By combining geographical dimensions with enterprise data, Location Intelligence enables organizations to gain critical insights from enhanced Business Analytics. Consequently the need is to connect directly to enterprise applications, to enable mapping of large-scale datasets while applying spatial processing to enhance data visualization, reporting and predictive analytics and to allow retail companies to solve complex location-specific business problems, such as improving store site selection or enhanced trade area analysis.
Location intelligence helps retailers derive better insights and analysis a number of ways, including:
Trade Area Analysis
Location analytics enables rich multivariate analysis. For example, you can use Galigeo solution to drive trade area analysis, which helps reveal where customers are located in relation to a precise point-of-sale. By analyzing the demographics of an area to profile customers, it becomes easier to align sales and spend marketing budget where it is easy to reach the most customers in the most cost effective manner as possible. Accurate trade area analysis can make all the difference when it comes to improving marketing decisions that enhance operational performance and increase return on marketing operations investments.

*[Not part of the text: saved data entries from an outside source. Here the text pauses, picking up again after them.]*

import type { MigrationInterface, QueryRunner } from 'typeorm';

/**
 * A signed study's record cannot change, whoever asks: the study row and its measurement and
 * attachment rows are guarded by triggers, not only by the server's checks. A signed (or amended)
 * study may only be opened for an addendum (state 'amending', nothing else changed); while it is
 * 'amending' its record may change again. SQLSTATE 55000 (object not in prerequisite state).
 */
export class SignedStudyGuard1765131313000 implements MigrationInterface {
  name = 'SignedStudyGuard1765131313000';

  async up(db: QueryRunner): Promise<void> {
    await db.query(`
      CREATE FUNCTION study_record_is_locked(state text) RETURNS boolean LANGUAGE sql IMMUTABLE AS $$
        SELECT state IN ('signed', 'amended')
      $$`);
    await db.query(`
      CREATE FUNCTION study_refuse_signed_change() RETURNS trigger LANGUAGE plpgsql AS $$
      DECLARE
        -- sort_at is generated: not yet computed in NEW while a BEFORE trigger runs.
        bookkeeping constant text[] := ARRAY['state', 'version', 'updated_at', 'sort_at'];
      BEGIN
        IF NOT study_record_is_locked(OLD.state) THEN
          RETURN CASE WHEN TG_OP = 'DELETE' THEN OLD ELSE NEW END;
        END IF;
        IF TG_OP = 'UPDATE' AND NEW.state = 'amending' AND (to_jsonb(NEW) - bookkeeping) = (to_jsonb(OLD) - bookkeeping) THEN
          RETURN NEW;
        END IF;
        RAISE EXCEPTION 'study % is %: its record cannot change except through an addendum', OLD.id, OLD.state
          USING ERRCODE = 'object_not_in_prerequisite_state';
      END $$`);
    await db.query(`
      CREATE TRIGGER study_signed_guard BEFORE UPDATE OR DELETE ON study
      FOR EACH ROW EXECUTE FUNCTION study_refuse_signed_change()`);

    // Rows that belong to a study: refused when the study they belong to (before or after) is locked.
    await db.query(`
      CREATE FUNCTION study_part_refuse_signed_change() RETURNS trigger LANGUAGE plpgsql AS $$
      DECLARE
        ids uuid[] := ARRAY[]::uuid[];
        locked_id uuid;
      BEGIN
        IF TG_TABLE_NAME = 'thermodilution_injection' THEN
          IF TG_OP <> 'INSERT' THEN ids := ids || (SELECT study_id FROM vessel_assessment WHERE id = OLD.vessel_assessment_id); END IF;
          IF TG_OP <> 'DELETE' THEN ids := ids || (SELECT study_id FROM vessel_assessment WHERE id = NEW.vessel_assessment_id); END IF;
        ELSE
          IF TG_OP <> 'INSERT' THEN ids := ids || OLD.study_id; END IF;
          IF TG_OP <> 'DELETE' THEN ids := ids || NEW.study_id; END IF;
        END IF;
        SELECT s.id INTO locked_id FROM study s WHERE s.id = ANY(ids) AND study_record_is_locked(s.state) LIMIT 1;
        IF locked_id IS NOT NULL THEN
          RAISE EXCEPTION '% of study %: a signed record cannot change except through an addendum', TG_TABLE_NAME, locked_id
            USING ERRCODE = 'object_not_in_prerequisite_state';
        END IF;
        RETURN CASE WHEN TG_OP = 'DELETE' THEN OLD ELSE NEW END;
      END $$`);
    for (const table of ['vessel_assessment', 'thermodilution_injection', 'acetylcholine_dose', 'attachment']) {
      await db.query(`
        CREATE TRIGGER ${table}_signed_guard BEFORE INSERT OR UPDATE OR DELETE ON ${table}
        FOR EACH ROW EXECUTE FUNCTION study_part_refuse_signed_change()`);
    }
  }

  async down(db: QueryRunner): Promise<void> {
    for (const table of ['vessel_assessment', 'thermodilution_injection', 'acetylcholine_dose', 'attachment']) {
      await db.query(`DROP TRIGGER ${table}_signed_guard ON ${table}`);
    }
    await db.query(`DROP TRIGGER study_signed_guard ON study`);
    await db.query(`DROP FUNCTION study_part_refuse_signed_change()`);
    await db.query(`DROP FUNCTION study_refuse_signed_change()`);
    await db.query(`DROP FUNCTION study_record_is_locked(text)`);
  }
}
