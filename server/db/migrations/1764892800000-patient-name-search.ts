import type { MigrationInterface, QueryRunner } from 'typeorm';

/** Worklist search by given-name prefix, beside the family-name index of the study-record migration. */
export class PatientNameSearch1764892800000 implements MigrationInterface {
  name = 'PatientNameSearch1764892800000';

  async up(db: QueryRunner): Promise<void> {
    await db.query(`CREATE INDEX patient_given_name_idx ON patient (lower(given_name) text_pattern_ops)`);
  }

  async down(db: QueryRunner): Promise<void> {
    await db.query(`DROP INDEX patient_given_name_idx`);
  }
}
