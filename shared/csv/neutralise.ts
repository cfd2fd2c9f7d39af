/**
 * One rule for every CSV the product writes or serves: a cell that a spreadsheet would read as a
 * formula (it begins with = + - @, a tab or a carriage return) is prefixed with an apostrophe, so it
 * shows as text; a plain number (a trace's −3.2, +1.5e3) stays exactly as it is. The same holds for
 * each piece of a cell after a comma, semicolon or tab, which a spreadsheet splitting on that
 * character reads as a cell of its own. OWASP, "CSV Injection".
 * Pure TypeScript: used by the server (downloads, exports) and usable by the app.
 */
// Leading spaces (ASCII and ideographic) are skipped before the check, and the full-width forms of
// = + - @ count too: spreadsheets read both as a formula's start.
const formulaStart = /^[ \u3000]*[=+\-@\t\r\uFF1D\uFF0B\uFF0D\uFF20]/;
const plainNumber = /^[+-]?(\d+([.,]\d*)?|[.,]\d+)([eE][+-]?\d+)?$/;

const startsFormula = (text: string) => formulaStart.test(text) && !plainNumber.test(text);
// A piece of a cell after a comma, semicolon or tab: where a spreadsheet splitting on that character
// (whatever the file's own delimiter, quotes or not) would start a new cell.
const innerPiece = /([,;\t])([^,;\t]*)/g;

export function neutraliseCell(cell: string): string {
  const inner = /[,;\t]/.test(cell) ? cell.replace(innerPiece, (all, sep: string, piece: string) => (startsFormula(piece) ? `${sep}'${piece}` : all)) : cell;
  return startsFormula(inner) ? `'${inner}` : inner;
}

/**
 * Cells that hold a comma, a semicolon or a tab are quoted whatever the file's own delimiter: a
 * spreadsheet set to split on another of them (many European locales split on semicolons; a `.csv`
 * opens split on commas) would otherwise start a new cell there — possibly a formula — that no check
 * on the cell's first character can see. For csv-stringify's `quoted_match`.
 */
export const quoteAlsoWhen = /[,;\t]/;

/** The options every CSV export gives csv-stringify: Windows line ends, the quoting above, every text cell neutralised. */
export const csvExportOptions = Object.freeze({
  record_delimiter: 'windows' as const,
  quoted_match: quoteAlsoWhen,
  cast: { string: (value: string) => neutraliseCell(value) },
});

/** Splits CSV text into rows of cells (RFC 4180 quoting), keeping each row's line ending. */
export function parseCsv(text: string, delimiter: string): { cells: string[]; quoted: boolean[]; end: string }[] {
  const rows: { cells: string[]; quoted: boolean[]; end: string }[] = [];
  let cells: string[] = [];
  let quotedFlags: boolean[] = [];
  let cell = '';
  let quoted = false;
  let inQuotes = false;
  const pushCell = () => {
    cells.push(cell);
    quotedFlags.push(quoted);
    cell = '';
    quoted = false;
  };
  for (let i = 0; i < text.length; i++) {
    const ch = text[i];
    if (inQuotes) {
      if (ch === '"' && text[i + 1] === '"') {
        cell += '"';
        i++;
      } else if (ch === '"') inQuotes = false;
      else cell += ch;
    } else if (ch === '"' && cell === '') {
      inQuotes = true;
      quoted = true;
    } else if (ch === delimiter) pushCell();
    else if (ch === '\n' || (ch === '\r' && text[i + 1] === '\n')) {
      const end = ch === '\r' ? '\r\n' : '\n';
      if (ch === '\r') i++;
      pushCell();
      rows.push({ cells, quoted: quotedFlags, end });
      cells = [];
      quotedFlags = [];
    } else cell += ch;
  }
  if (cell !== '' || cells.length || quoted) {
    pushCell();
    rows.push({ cells, quoted: quotedFlags, end: '' });
  }
  return rows;
}

const needsQuotes = (cell: string, delimiter: string) => cell.includes(delimiter) || /["\r\n]/.test(cell) || quoteAlsoWhen.test(cell);
const quote = (cell: string) => `"${cell.replaceAll('"', '""')}"`;

/** One cell as written: neutralised, then quoted when it must be (or was). */
function writeCell(cell: string, delimiter = ',', forceQuotes = false): string {
  const safe = neutraliseCell(cell);
  return forceQuotes || needsQuotes(safe, delimiter) ? quote(safe) : safe;
}

/** The first of , ; or tab that splits the first line into at least two fields. */
function guessDelimiter(text: string): string {
  const first = text.split(/\r?\n/, 1)[0] ?? '';
  return [',', ';', '\t'].map((d) => [d, parseCsv(first, d)[0]?.cells.length ?? 0] as const).sort((a, b) => b[1] - a[1])[0]?.[0] ?? ',';
}

/** A stored CSV file as it is served for download: same rows, delimiter and line endings, cells neutralised. */
export function neutraliseCsv(text: string): string {
  const bom = text.startsWith('\uFEFF') ? '\uFEFF' : '';
  const body = bom ? text.slice(1) : text;
  const delimiter = guessDelimiter(body);
  return bom + parseCsv(body, delimiter).map((r) => r.cells.map((c, i) => writeCell(c, delimiter, r.quoted[i])).join(delimiter) + r.end).join('');
}
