import type { MigrationInterface, QueryRunner } from 'typeorm';

/**
 * Delivery of each signed report version to the EHR: one row per version, updated as the delivery
 * job tries, succeeds, retries or stops. The error text is written by Isobar (no patient data); the
 * EHR's OperationOutcome issues are kept as they came. `lease_until` lets one sender at a time own a
 * send: a sender that dies mid-send leaves a lease that expires, and the next try sends again (the
 * EHR recognises the resend by Bundle.identifier).
 */
export class ReportDelivery1765324800000 implements MigrationInterface {
  name = 'ReportDelivery1765324800000';

  async up(db: QueryRunner): Promise<void> {
    await db.query(`
      CREATE TABLE report_delivery (
        id uuid PRIMARY KEY DEFAULT gen_random_uuid(),
        report_version_id uuid NOT NULL CONSTRAINT report_delivery_version_key UNIQUE REFERENCES report_version (id) ON DELETE RESTRICT,
        study_id uuid NOT NULL REFERENCES study (id) ON DELETE RESTRICT,
        status text NOT NULL DEFAULT 'queued'
          CHECK (status IN ('queued', 'sending', 'delivered', 'failed-retrying', 'rejected', 'given-up')),
        attempts integer NOT NULL DEFAULT 0 CHECK (attempts >= 0),
        last_error text NULL,
        http_status integer NULL,
        issues jsonb NULL,
        bundle_identifier text NULL,
        ehr_report_id text NULL,
        ehr_ids jsonb NOT NULL DEFAULT '[]'::jsonb,
        queued_at timestamptz NOT NULL DEFAULT now(),
        first_attempt_at timestamptz NULL,
        last_attempt_at timestamptz NULL,
        next_attempt_at timestamptz NULL,
        lease_until timestamptz NULL,
        delivered_at timestamptz NULL,
        stopped_at timestamptz NULL,
        resend_requested_by uuid NULL REFERENCES app_user (id) ON DELETE SET NULL,
        resend_requested_at timestamptz NULL,
        created_at timestamptz NOT NULL DEFAULT now(),
        updated_at timestamptz NOT NULL DEFAULT now()
      )`);
    await db.query(`CREATE INDEX report_delivery_study_idx ON report_delivery (study_id)`);
    await db.query(`CREATE INDEX report_delivery_attention_idx ON report_delivery (updated_at DESC) WHERE status IN ('rejected', 'given-up', 'failed-retrying')`);
  }

  async down(db: QueryRunner): Promise<void> {
    await db.query(`DROP TABLE report_delivery`);
  }
}
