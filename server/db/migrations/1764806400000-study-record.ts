import type { MigrationInterface, QueryRunner } from 'typeorm';

/**
 * The structured study record: case details, setup and quality steps and findings on the study;
 * measurements in their own tables (vessel assessments → thermodilution injections; acetylcholine
 * doses); attachments; indexes for the worklist's keyset pagination and filters.
 */
export class StudyRecord1764806400000 implements MigrationInterface {
  name = 'StudyRecord1764806400000';

  async up(db: QueryRunner): Promise<void> {
    await db.query(`
      ALTER TABLE study
        ADD COLUMN encounter text NULL,
        ADD COLUMN referring_name text NULL,
        ADD COLUMN referring_email text NULL,
        ADD COLUMN access_site text NULL,
        ADD COLUMN guide_french smallint NULL CHECK (guide_french BETWEEN 4 AND 8),
        ADD COLUMN transducer_zeroed boolean NULL,
        ADD COLUMN nitrates_given boolean NULL,
        ADD COLUMN nitrate_dose_ug numeric NULL,
        ADD COLUMN equalized_in_aorta boolean NULL,
        ADD COLUMN introducer_removed boolean NULL,
        ADD COLUMN wire_position text NULL,
        ADD COLUMN hyperemic_agent text NULL,
        ADD COLUMN hyperemic_route text NULL,
        ADD COLUMN hyperemic_dose numeric NULL,
        ADD COLUMN hyperemic_dose_unit text NULL,
        ADD COLUMN heparin_units numeric NULL,
        ADD COLUMN nitrate_reversal boolean NULL,
        ADD COLUMN complications text NULL,
        ADD COLUMN contrast_ml numeric NULL,
        ADD COLUMN fluoroscopy_minutes numeric NULL,
        ADD COLUMN impression text NULL,
        ADD COLUMN plan text NULL,
        ADD COLUMN created_by uuid NULL REFERENCES app_user (id) ON DELETE SET NULL,
        -- The worklist's order: when the case happened, or when the record was opened if not yet known.
        ADD COLUMN sort_at timestamptz GENERATED ALWAYS AS (COALESCE(procedure_started_at, created_at)) STORED`);
    await db.query(`CREATE INDEX study_worklist_idx ON study (sort_at DESC, id DESC)`);
    await db.query(`CREATE INDEX study_state_worklist_idx ON study (state, sort_at DESC, id DESC)`);
    await db.query(`CREATE INDEX study_operator_worklist_idx ON study (operator_id, sort_at DESC, id DESC)`);
    await db.query(`CREATE INDEX patient_family_name_idx ON patient (lower(family_name) text_pattern_ops)`);

    await db.query(`
      CREATE TABLE vessel_assessment (
        id uuid PRIMARY KEY,
        study_id uuid NOT NULL REFERENCES study (id) ON DELETE CASCADE,
        position smallint NOT NULL,
        vessel text NOT NULL,
        segment smallint NULL CHECK (segment BETWEEN 1 AND 18),
        visual_stenosis_pct numeric NULL,
        rest_pa numeric NULL,
        rest_pd numeric NULL,
        hyperemia_pa numeric NULL,
        hyperemia_pd numeric NULL,
        console_ffr numeric NULL,
        nhpr_kind text NULL,
        nhpr_value numeric NULL,
        wedge_pressure numeric NULL,
        drift_pd_pa numeric NULL,
        pullback_pattern text NULL,
        decision text NULL,
        CONSTRAINT vessel_assessment_position_key UNIQUE (study_id, position)
      )`);
    await db.query(`
      CREATE TABLE thermodilution_injection (
        vessel_assessment_id uuid NOT NULL REFERENCES vessel_assessment (id) ON DELETE CASCADE,
        phase text NOT NULL CHECK (phase IN ('rest', 'hyperemia')),
        position smallint NOT NULL,
        transit_s numeric NOT NULL CHECK (transit_s > 0),
        PRIMARY KEY (vessel_assessment_id, phase, position)
      )`);
    await db.query(`
      CREATE TABLE acetylcholine_dose (
        id uuid PRIMARY KEY,
        study_id uuid NOT NULL REFERENCES study (id) ON DELETE CASCADE,
        position smallint NOT NULL,
        vessel text NOT NULL,
        micrograms numeric NULL,
        constriction_pct numeric NULL,
        symptoms boolean NULL,
        ischemic_ecg boolean NULL,
        CONSTRAINT acetylcholine_dose_position_key UNIQUE (study_id, position)
      )`);
    await db.query(`
      CREATE TABLE attachment (
        id uuid PRIMARY KEY DEFAULT gen_random_uuid(),
        study_id uuid NOT NULL REFERENCES study (id) ON DELETE CASCADE,
        file_name text NOT NULL,
        media_type text NOT NULL,
        size_bytes bigint NOT NULL,
        sha256 char(64) NOT NULL,
        storage_key text NOT NULL,
        uploaded_by uuid NULL REFERENCES app_user (id) ON DELETE SET NULL,
        uploaded_at timestamptz NOT NULL DEFAULT now()
      )`);
    await db.query(`CREATE INDEX attachment_study_idx ON attachment (study_id, uploaded_at)`);
  }

  async down(db: QueryRunner): Promise<void> {
    await db.query(`DROP TABLE attachment`);
    await db.query(`DROP TABLE acetylcholine_dose`);
    await db.query(`DROP TABLE thermodilution_injection`);
    await db.query(`DROP TABLE vessel_assessment`);
    await db.query(`DROP INDEX patient_family_name_idx`);
    await db.query(`DROP INDEX study_operator_worklist_idx`);
    await db.query(`DROP INDEX study_state_worklist_idx`);
    await db.query(`DROP INDEX study_worklist_idx`);
    await db.query(`
      ALTER TABLE study
        DROP COLUMN sort_at, DROP COLUMN created_by, DROP COLUMN plan, DROP COLUMN impression,
        DROP COLUMN fluoroscopy_minutes, DROP COLUMN contrast_ml, DROP COLUMN complications,
        DROP COLUMN nitrate_reversal, DROP COLUMN heparin_units, DROP COLUMN hyperemic_dose_unit,
        DROP COLUMN hyperemic_dose, DROP COLUMN hyperemic_route, DROP COLUMN hyperemic_agent,
        DROP COLUMN wire_position, DROP COLUMN introducer_removed, DROP COLUMN equalized_in_aorta,
        DROP COLUMN nitrate_dose_ug, DROP COLUMN nitrates_given, DROP COLUMN transducer_zeroed,
        DROP COLUMN guide_french, DROP COLUMN access_site, DROP COLUMN referring_email,
        DROP COLUMN referring_name, DROP COLUMN encounter`);
  }
}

By analyzing multiple sets of location-based data, trade areas analysis efficiently monitors store performance and measures key statistics that impact a store’s performance. Incorporating a trade area analysis approach inside the location analytics environment visualizes and layers the variables into one map. This approach can help organizations in a wealth of ways, including:
– Map existing customers in relation to store locations
– Develop demographic profiles
– Calculate time and distance customers must travel to reach a store
– Perform competitive analysis and market gap analysis
– Evaluate market penetration
Prediction of future probabilities and trends are not an easy thing to do. At a minimum, companies must have access to relevant data stored in a data warehouse, analytics cubes and/or data mining tools, and a team capable of analyzing the information to build predictive models. Companies have come to learn that by adding a powerful location analytics solution to their toolset, they are able to present the probabilistic outcomes visually with maps. Mapping large scale data, include third party data, and applying spatial processing improves the value of the predictive effort, and broadens the sharing of such outcomes to more teams across the company. The delivery of predictive analytics outcomes via map-based visualization which might further reveal spatial dependencies or trends difficult to discover otherwise. These improved insights about customer behaviors can lead to: – Cross-selling opportunities – Identification of fraud and risks – Retention of high-value customers – Anticipation of customers’ needs
Data Visualization & Reporting
Well-designed location analytics solutions enable retailers to more quickly and easily transform data into visual information that provides actionable insights. By visually examining existing data on a map, through multiple layers, or widgets (time slider, heat mapping, etc.) one can better identify hidden trends, enhance customer relations, monitor customer behavior, and gain an understanding of their overall marketing strategy. When companies adopt a location analytics solution they are positioning themselves to quickly acquire insights that help them take action effectively. By integrating the spatial dimension to data analysis, data can be analyzed and displayed through a map allowing enterprises to exploit the data proactively through dynamic and interactive dashboards and detailed reports.